Research Article - (2012) Volume 3, Issue 2
This study investigates the use of the chicken and egg system for the development of an oral HIV vaccine. Brown leghorn chickens were immunized with keyhole limpet hemocynin conjugated with a HIV-gp120 peptide (fragment 254-274). An indirect ELISA for antibodies to HIV-gp120 was used to measure anti-HIV antibody titres in the watery soluble fraction of eggs up to 14 weeks after the second week post-immunization. Over a period of 10 weeks, 3 cats were fed with the eggs from the immunized chickens and 2 cats with eggs from non-immunized chickens. An indirect enzyme linked-immunosorbent assay (ELISA) and a binding inhibition assay were used to assess the antibody response to HIV-gp120 peptide in the cat serum. The most important finding was the development of serum anti- HIV antibodies in cats fed with eggs from chickens that were positive for anti-HIV antibodies. These feline anti-HIV antibodies bound to the original HIV-gp120 peptide and also inhibited the binding of egg yolk anti-HIV antibodies to the HIV gp120 peptide, showing that the anti-HIV antibody raised in cats after feeding, was an anti-anti-idiotypic antibody. The results of this study suggest that eggs from immunized hens could be considered in the management of HIV infections.

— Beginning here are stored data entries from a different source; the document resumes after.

// @vitest-environment node
import { describe, expect, test } from 'vitest';
import { demoWorkbook } from '../../../app/demo/demoWorkbook';
import { answerQuestion } from '../../../app/worker/answerQuestion';
import type { FromWorker, ToWorker } from '../../../app/worker/protocol';
import { channelPause, serveSolves } from '../../../app/worker/serveSolves';
import { createEngine, type Order, toOrder } from '../../../src';

function demoOrder(): Order {
  const workbook = demoWorkbook();
  const [first] = workbook.orders;
  if (!first) throw new Error('The demo has no orders.');
  return toOrder(workbook, first).order;
}

/** Serves solves as a worker does, and waits for what it says. */
function serve(loadEngine: () => ReturnType<typeof createEngine> = createEngine) {
  const said: FromWorker[] = [];
  const waiting: { wanted: (message: FromWorker) => boolean; resolve: (message: FromWorker) => void }[] = [];
  const take = serveSolves({
    send(message) {
      said.push(message);
      for (const { wanted, resolve } of waiting) if (wanted(message)) resolve(message);
    },
    loadEngine,
    answerQuestion,
    now: () => performance.now(),
    pause: () => new Promise((resolve) => setImmediate(resolve)),
  });
  const until = (wanted: (message: FromWorker) => boolean) => {
    const already = said.find(wanted);
    return already
      ? Promise.resolve(already)
      : new Promise<FromWorker>((resolve) => void waiting.push({ wanted, resolve }));
  };
  return {
    take,
    said,
    until,
    outcomeOf: (id: number) => until((message) => message.kind === 'outcome' && message.id === id),
  };
}

const request = (id: number, order = demoOrder()): ToWorker => ({ kind: 'solve', id, order, timeLimitMs: 20_000 });

describe('the worker side', () => {
  test('says when its engine is there, and answers', async () => {
    const { take, said, outcomeOf } = serve();
    take(request(1));
    const message = await outcomeOf(1);
    expect(said[0]).toEqual({ kind: 'ready' });
    expect(message.kind === 'outcome' && message.outcome.proof.kind).toBe('least cost');
  });

  test('a newer request supersedes one that waits or runs', async () => {
    const { take, outcomeOf } = serve();
    take(request(1));
    take(request(2));
    const [first, second] = await Promise.all([outcomeOf(1), outcomeOf(2)]);
    expect(first.kind === 'outcome' && first.outcome.stopped).toBe('cancelled');
    expect(second.kind === 'outcome' && second.outcome.stopped).toBe('finished');
  });

  test('a cancel ends the request it names and no later one', async () => {
    const { take, outcomeOf } = serve();
    take(request(1));
    take({ kind: 'cancel', id: 1 });
    const first = await outcomeOf(1);
    take(request(2));
    const second = await outcomeOf(2);
    expect(first.kind === 'outcome' && first.outcome.stopped).toBe('cancelled');
    expect(second.kind === 'outcome' && second.outcome.stopped).toBe('finished');
  });

  test('answers a question about an answered order', async () => {
    const { take, until, outcomeOf } = serve();
    take(request(1));
    const answer = await outcomeOf(1);
    const outcome = answer.kind === 'outcome' ? answer.outcome : undefined;
    if (!outcome) throw new Error('There is no outcome.');
    take({ kind: 'ask', id: 2, question: { kind: 'recipe', order: demoOrder(), outcome }, timeLimitMs: 20_000 });
    const told = await until((message) => message.kind === 'told' && message.id === 2);
    expect(told).toMatchObject({ told: { kind: 'recipe', value: { stopped: 'finished' } } });
    expect(told.kind === 'told' && told.told.kind === 'recipe' && told.told.value.limits.length).toBeGreaterThan(0);
  });

  test('a newer order ends a question that runs', async () => {
    const { take, until, outcomeOf } = serve();
    const order = demoOrder();
    take(request(1));
    const answer = await outcomeOf(1);
    const outcome = answer.kind === 'outcome' ? answer.outcome : undefined;
    if (!outcome) throw new Error('There is no outcome.');
    take({ kind: 'ask', id: 2, question: { kind: 'alternatives', order, outcome }, timeLimitMs: 20_000 });
    take(request(3));
    const told = await until((message) => message.kind === 'told');
    const next = await outcomeOf(3);
    expect(told).toMatchObject({ id: 2, told: { value: { stopped: 'cancelled' } } });
    expect(next.kind === 'outcome' && next.outcome.stopped).toBe('finished');
  });

  test('says why there is no engine', async () => {
    const { until } = serve(() => Promise.reject(new Error('wasm refused')));
    const message = await until(({ kind }) => kind === 'no engine');
    expect(message).toEqual({ kind: 'no engine', message: 'wasm refused' });
  });

  test('outlives an order that makes the solver throw', async () => {
    const { take, until, outcomeOf } = serve();
    // An order that never went through a reader: no fields at all.
    take(request(1, JSON.parse('{}')));
    const first = await until((message) => 'id' in message && message.id === 1);
    expect(['error', 'outcome']).toContain(first.kind);
    take(request(2));
    const second = await outcomeOf(2);
    expect(second.kind === 'outcome' && second.outcome.stopped).toBe('finished');
  });
});

test('the pause lets waiting messages in, in their order', async () => {
  const pause = channelPause();
  const order: number[] = [];
  await Promise.all([1, 2, 3].map((place) => pause().then(() => order.push(place))));
  expect(order).toEqual([1, 2, 3]);
});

Keywords: Anti-HIV antibody; gp120 peptide; Chicken egg yolk; ELISA; Anti-idiotypic antibody
The species traditionally chosen for antisera production are mammals especially rabbits but recently there has been a growing use of hens. Immunoglobulin (Ig)-Y is the major antibody produced by birds and have further advantages compared with mammalian IgG. There are no activation of mammalian complement system, no cross-reactivity with HAMA (human anti mouse antibody), rheumatoid factors or human blood group antigens (lack of heteroagglutinins) [1]. According to Jerne’s network theory, antibodies contain in their variable region a representation of the ‘universe’ of antigenic structures, the idiotype. It is possible to produce an antibody against the antigen-binding site of antibodies produced to that antigen [2,3]. It was reported the development of a humoral and mucosal immune response in rabbits fed daily doses of the MOPC-315 murine IgA antibody, supporting the hypothesis that human exposure to xenogeneic antibodies, most commonly bovine milk immunoglobulins, may provoke the production of anti-idiotypic antibodies [4]. We wanted to support the same hypothesis by demonstrating the capacity of animals orally fed hyper immune eggs to induce systemic immune responses against the same idiotype. The first set of study was to demonstrate that immunized chicken with the HIVgp120 peptide produced specific anti-HIV antibodies and the second set of study was to demonstrate that cats fed anti-HIV hyper-immune eggs can develop antibodies that are able to inhibit the binding of egg yolk anti-HIV antibodies to the HIV gp120 peptide (original antigen), showing that the anti-HIV antibody raised in cats after feeding, was an anti-anti-idiotypic antibody [3].
HIV peptide
The immunogen used in this experiment was the keyhole limpet hemocynin (KLH) conjugated to a synthetic peptide, fragment 254-274 of HIV-gp120, that has amino acidic sequence as follows: Cys-Thr-His-Gly-lle-Arg-Pro-Val-Val-Ser-Thr-Gln-Leu-Leu-Leu-Asn-Gly-Ser-Leu- Ala-Glu. This peptide is the second conserved domain of gp120, and is important for HIV infectivity and antibody neutralization [5].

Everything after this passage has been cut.